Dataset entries
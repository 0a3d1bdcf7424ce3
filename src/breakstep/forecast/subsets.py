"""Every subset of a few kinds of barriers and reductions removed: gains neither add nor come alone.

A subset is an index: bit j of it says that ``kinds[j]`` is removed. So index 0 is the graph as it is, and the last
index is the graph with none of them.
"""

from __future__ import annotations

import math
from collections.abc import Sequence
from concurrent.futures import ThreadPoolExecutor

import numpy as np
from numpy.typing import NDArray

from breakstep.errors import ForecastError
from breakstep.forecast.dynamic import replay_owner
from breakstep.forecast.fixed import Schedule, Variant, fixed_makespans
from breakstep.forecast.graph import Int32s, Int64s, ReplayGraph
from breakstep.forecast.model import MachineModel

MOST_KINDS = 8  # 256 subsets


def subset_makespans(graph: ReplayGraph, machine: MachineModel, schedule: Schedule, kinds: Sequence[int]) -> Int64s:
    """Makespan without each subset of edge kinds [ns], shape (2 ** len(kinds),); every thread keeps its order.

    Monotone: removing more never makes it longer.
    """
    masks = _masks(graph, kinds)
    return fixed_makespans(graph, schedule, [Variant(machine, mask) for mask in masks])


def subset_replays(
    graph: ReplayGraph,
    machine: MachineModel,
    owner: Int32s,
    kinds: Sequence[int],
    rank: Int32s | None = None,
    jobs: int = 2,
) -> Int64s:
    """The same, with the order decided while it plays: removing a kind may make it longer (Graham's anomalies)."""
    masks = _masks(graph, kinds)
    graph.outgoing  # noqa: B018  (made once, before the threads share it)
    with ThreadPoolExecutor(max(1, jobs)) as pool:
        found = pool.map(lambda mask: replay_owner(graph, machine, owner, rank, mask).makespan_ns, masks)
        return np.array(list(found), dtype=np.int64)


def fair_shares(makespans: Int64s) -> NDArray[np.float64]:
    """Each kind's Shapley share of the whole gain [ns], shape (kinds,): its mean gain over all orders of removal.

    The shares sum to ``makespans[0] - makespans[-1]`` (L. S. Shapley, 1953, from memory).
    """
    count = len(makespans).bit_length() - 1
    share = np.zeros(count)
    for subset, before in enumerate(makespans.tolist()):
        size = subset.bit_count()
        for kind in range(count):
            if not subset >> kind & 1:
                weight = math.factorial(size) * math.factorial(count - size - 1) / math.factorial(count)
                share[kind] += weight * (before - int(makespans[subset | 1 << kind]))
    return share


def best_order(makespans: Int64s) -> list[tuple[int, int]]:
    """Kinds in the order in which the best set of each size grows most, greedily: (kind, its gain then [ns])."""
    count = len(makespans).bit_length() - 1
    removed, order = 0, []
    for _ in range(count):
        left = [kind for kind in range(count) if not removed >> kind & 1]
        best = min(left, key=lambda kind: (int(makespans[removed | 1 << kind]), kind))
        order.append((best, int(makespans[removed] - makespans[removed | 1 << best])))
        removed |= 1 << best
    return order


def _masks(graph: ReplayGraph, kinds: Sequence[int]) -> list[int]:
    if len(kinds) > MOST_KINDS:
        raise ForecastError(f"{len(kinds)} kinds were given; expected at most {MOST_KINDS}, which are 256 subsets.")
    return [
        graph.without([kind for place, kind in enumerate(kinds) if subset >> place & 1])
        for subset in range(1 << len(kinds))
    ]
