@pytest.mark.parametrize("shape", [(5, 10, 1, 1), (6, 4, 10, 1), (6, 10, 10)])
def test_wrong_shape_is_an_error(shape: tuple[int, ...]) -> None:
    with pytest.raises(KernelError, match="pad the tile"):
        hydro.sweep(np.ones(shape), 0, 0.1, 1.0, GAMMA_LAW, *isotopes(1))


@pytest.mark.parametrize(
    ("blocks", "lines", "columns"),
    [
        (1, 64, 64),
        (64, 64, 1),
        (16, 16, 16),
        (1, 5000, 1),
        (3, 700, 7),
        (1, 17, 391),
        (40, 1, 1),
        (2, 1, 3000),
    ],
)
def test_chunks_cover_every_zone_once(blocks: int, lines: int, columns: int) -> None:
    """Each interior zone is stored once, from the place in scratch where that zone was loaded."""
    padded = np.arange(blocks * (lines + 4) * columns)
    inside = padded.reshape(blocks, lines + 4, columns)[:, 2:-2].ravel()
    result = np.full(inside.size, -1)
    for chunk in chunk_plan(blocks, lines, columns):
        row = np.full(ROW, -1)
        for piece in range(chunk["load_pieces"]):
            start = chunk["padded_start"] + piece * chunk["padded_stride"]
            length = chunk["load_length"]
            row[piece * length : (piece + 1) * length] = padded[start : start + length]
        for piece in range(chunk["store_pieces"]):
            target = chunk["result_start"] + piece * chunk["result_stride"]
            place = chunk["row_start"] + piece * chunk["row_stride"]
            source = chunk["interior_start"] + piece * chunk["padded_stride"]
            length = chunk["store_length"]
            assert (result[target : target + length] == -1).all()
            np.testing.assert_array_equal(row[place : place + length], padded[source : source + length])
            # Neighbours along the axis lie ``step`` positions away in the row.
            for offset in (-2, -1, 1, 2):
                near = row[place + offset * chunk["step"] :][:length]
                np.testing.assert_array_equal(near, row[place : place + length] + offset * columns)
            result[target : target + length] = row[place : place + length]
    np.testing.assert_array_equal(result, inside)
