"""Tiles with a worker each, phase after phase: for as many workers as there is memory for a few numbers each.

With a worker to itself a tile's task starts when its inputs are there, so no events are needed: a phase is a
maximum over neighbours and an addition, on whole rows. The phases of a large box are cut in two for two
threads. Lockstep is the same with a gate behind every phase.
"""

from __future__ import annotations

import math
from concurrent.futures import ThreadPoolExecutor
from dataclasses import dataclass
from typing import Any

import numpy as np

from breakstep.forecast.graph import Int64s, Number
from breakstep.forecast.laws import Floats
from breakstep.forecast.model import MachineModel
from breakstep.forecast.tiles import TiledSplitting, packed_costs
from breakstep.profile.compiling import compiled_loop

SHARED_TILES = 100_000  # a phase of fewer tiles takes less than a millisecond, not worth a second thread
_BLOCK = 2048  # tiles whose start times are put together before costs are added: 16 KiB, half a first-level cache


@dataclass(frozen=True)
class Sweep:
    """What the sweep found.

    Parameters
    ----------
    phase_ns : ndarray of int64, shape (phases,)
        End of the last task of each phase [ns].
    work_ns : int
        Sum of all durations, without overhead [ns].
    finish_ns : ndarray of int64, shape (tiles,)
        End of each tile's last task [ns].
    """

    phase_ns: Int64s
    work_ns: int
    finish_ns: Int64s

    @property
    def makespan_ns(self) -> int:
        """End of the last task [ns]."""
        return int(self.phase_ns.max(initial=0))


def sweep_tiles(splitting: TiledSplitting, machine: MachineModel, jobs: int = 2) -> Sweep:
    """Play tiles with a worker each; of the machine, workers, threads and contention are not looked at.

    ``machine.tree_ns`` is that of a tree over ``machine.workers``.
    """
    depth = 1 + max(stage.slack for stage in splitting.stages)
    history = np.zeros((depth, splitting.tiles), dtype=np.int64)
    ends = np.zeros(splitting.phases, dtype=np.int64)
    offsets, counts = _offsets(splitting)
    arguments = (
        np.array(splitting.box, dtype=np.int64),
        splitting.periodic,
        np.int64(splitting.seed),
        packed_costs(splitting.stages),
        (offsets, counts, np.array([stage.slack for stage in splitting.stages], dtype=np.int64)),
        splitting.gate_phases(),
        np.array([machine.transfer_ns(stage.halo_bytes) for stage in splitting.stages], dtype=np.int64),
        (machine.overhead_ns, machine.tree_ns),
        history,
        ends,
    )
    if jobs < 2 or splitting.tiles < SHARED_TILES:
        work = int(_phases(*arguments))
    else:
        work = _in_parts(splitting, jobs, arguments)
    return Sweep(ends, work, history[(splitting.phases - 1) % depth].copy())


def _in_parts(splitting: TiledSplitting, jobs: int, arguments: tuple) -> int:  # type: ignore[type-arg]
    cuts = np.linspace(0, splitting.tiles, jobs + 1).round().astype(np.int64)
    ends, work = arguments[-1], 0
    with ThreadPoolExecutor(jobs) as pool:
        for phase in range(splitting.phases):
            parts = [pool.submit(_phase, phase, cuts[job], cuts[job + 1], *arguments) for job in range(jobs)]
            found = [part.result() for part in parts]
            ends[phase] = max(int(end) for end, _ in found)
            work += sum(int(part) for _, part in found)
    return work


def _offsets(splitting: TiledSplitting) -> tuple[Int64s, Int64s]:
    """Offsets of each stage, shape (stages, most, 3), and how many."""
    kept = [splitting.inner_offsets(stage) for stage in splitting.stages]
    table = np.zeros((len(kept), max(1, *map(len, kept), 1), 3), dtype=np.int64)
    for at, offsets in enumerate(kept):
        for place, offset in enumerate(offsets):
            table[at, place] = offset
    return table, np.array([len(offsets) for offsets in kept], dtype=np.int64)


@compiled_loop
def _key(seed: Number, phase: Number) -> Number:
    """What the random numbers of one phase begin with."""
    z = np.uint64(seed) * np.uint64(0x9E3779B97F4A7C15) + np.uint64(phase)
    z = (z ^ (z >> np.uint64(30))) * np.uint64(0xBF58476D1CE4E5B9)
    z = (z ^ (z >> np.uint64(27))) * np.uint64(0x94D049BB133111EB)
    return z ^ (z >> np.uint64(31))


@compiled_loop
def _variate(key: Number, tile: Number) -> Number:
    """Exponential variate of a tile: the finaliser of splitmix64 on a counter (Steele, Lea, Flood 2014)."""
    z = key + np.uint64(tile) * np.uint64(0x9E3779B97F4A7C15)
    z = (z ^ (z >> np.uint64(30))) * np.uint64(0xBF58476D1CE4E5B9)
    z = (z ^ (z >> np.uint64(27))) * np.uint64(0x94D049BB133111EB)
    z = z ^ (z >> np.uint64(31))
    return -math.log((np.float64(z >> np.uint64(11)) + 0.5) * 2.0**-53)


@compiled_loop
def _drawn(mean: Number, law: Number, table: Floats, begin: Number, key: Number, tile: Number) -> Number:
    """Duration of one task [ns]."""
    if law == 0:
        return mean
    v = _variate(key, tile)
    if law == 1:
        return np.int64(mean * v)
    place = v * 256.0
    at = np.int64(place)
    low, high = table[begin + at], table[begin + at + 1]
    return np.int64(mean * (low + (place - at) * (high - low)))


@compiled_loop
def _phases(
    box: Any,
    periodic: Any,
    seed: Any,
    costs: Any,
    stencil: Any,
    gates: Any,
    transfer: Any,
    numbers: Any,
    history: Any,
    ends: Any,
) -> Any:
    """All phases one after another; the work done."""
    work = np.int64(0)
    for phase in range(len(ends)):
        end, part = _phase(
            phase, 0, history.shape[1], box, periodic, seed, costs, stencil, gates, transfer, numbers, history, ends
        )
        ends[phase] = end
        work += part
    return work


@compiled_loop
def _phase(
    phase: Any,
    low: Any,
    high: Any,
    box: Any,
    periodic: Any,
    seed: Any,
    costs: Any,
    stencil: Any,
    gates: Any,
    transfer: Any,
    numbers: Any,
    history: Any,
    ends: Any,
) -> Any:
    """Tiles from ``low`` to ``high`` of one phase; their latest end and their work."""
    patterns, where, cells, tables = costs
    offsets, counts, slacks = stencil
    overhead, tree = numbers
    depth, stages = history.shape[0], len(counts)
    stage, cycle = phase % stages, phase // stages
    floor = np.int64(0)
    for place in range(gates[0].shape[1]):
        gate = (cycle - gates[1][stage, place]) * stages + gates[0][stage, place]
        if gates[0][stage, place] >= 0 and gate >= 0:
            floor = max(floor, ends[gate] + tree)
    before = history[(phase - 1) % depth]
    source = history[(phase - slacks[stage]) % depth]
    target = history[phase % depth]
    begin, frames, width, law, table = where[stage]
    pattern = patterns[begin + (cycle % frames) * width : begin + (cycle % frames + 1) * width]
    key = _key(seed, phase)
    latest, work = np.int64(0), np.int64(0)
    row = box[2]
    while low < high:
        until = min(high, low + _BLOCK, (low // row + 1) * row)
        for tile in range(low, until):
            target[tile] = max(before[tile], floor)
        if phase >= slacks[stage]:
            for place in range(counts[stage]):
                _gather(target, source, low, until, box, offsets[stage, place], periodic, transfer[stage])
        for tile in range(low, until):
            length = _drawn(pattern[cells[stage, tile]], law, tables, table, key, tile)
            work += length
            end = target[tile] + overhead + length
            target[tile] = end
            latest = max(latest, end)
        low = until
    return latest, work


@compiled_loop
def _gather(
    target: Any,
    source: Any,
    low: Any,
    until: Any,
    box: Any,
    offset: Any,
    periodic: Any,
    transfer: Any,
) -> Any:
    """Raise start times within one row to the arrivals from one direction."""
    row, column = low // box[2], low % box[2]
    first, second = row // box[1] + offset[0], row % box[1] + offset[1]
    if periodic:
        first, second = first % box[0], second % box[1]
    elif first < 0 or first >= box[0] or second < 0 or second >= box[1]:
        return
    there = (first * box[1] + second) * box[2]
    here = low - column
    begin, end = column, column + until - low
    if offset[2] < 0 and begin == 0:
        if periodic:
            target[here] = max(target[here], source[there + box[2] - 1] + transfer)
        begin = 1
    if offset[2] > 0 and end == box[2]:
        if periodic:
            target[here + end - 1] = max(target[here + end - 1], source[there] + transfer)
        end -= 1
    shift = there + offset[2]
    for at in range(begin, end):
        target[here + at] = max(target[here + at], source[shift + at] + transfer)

• [Work item] With the first line being the one containing "elif first <" and the last line the one containing "target[here] = max(target[here], source[there", transcribe exactly the lines above that fall in that range.

• [Answer section]
    elif first < 0 or first >= box[0] or second < 0 or second >= box[1]:
        return
    there = (first * box[1] + second) * box[2]
    here = low - column
    begin, end = column, column + until - low
    if offset[2] < 0 and begin == 0:
        if periodic:
            target[here] = max(target[here], source[there + box[2] - 1] + transfer)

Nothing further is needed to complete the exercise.